Grant Number: 5R03CA171011-03 Interpret this number
Primary Investigator: Biswas, Swati
Organization: University Of Texas Dallas
Project Title: Identifying Rare Haplotype-Environment Interactions Using Logistic Bayesian Lasso
Fiscal Year: 2013


DESCRIPTION (provided by applicant): Rare variants have been heralded as key to uncovering \missing heritability" in complex diseases such as cancers. These variants can now be genotyped using next-generation sequencing technologies; nonetheless, rare haplotypes may also result from combination of common SNPs available from Genome-Wide Association Studies (GWAS). In this regard, there may be a great deal of treasure that are yet to be mined from the GWAS data to explore the common disease rare variant hypothesis. Recently, we have proposed an approach named Logistic Bayesian LASSO (LBL) to identify association with rare haplotypes in a case-control setting.

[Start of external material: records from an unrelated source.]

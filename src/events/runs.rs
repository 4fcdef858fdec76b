//! Maximal runs of samples that meet a condition: what every threshold detector ends in.

use std::ops::Range;

/// Hands each maximal run of `inside` within `range`, at least `shortest` samples long, to `found`.
///
/// `inside` is asked once for each sample, in order.
#[inline]
pub(super) fn runs(
    range: Range<usize>,
    shortest: usize,
    mut inside: impl FnMut(usize) -> bool,
    mut found: impl FnMut(Range<usize>),
) {
    let mut start = range.start;
    let mut running = false;
    for i in range.clone() {
        let now = inside(i);
        if now && !running {
            start = i;
        } else if running && !now && i - start >= shortest {
            found(start..i);
        }
        running = now;
    }
    if running && range.end - start >= shortest {
        found(start..range.end);
    }
}

#[cfg(test)]
mod tests {
    use super::*;
    use proptest::prelude::*;

    proptest! {
        #[test]
        fn runs_are_maximal_and_long_enough(
            mask in proptest::collection::vec(any::<bool>(), 0..60),
            from in 0..5_usize,
            shortest in 1..6_usize,
        ) {
            let range = from.min(mask.len())..mask.len();
            let mut found = Vec::new();
            runs(range.clone(), shortest, |i| mask[i], |run| found.push(run));
            let expected: Vec<_> = crate::Spans::from_mask(
                mask.iter().enumerate().map(|(i, &inside)| inside && range.contains(&i)),
            )
            .iter()
            .filter(|run| run.len() >= shortest)
            .collect();
            prop_assert_eq!(found, expected);
        }
    }
}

LBL is an adaptation of the Bayesian counterpart of penalized regression approach LASSO. Our approach is able to weed out unassociated (especially common) haplotypes to achieve enough noise reduction so that the signals contained in the associated rare haplotypes can be more easily detected. Using LBL, we were able to implicate a specific rare haplotype for Age-related Macular Degeneration (AMD) in the Complement Factor H (CFH) gene for the first time. In addition to rare variants, gene-environment interaction (GXE) is believed to be another important contributor to missing heritability. LBL has a flexible framework that can incorporate non-genetic (environmental) covariates and gene- environment interactions. In this project we propose methods for exploring interactions between rare haplotypes and environmental factors in cancer epidemiology, rst in the setting of simple random sampling and then for stratified random sampling. We will develop methods both with and without the assumption of gene-environment independence. The methods will be extensively studied through simulations under a variety of settings. They will be applied to several cancer datasets available from NIH's database of Genotypes and Phenotypes (dbGaP) and the AMD data. Further, the method for stratified sampling will be used to analyze the NCI-sponsored Kidney Cancer Case-Control Study, wherein the controls were selected by stratified sampling using frequency matching with cases. We will implement the proposed methods in a well-documented user-friendly software and make it available to the larger scientific community.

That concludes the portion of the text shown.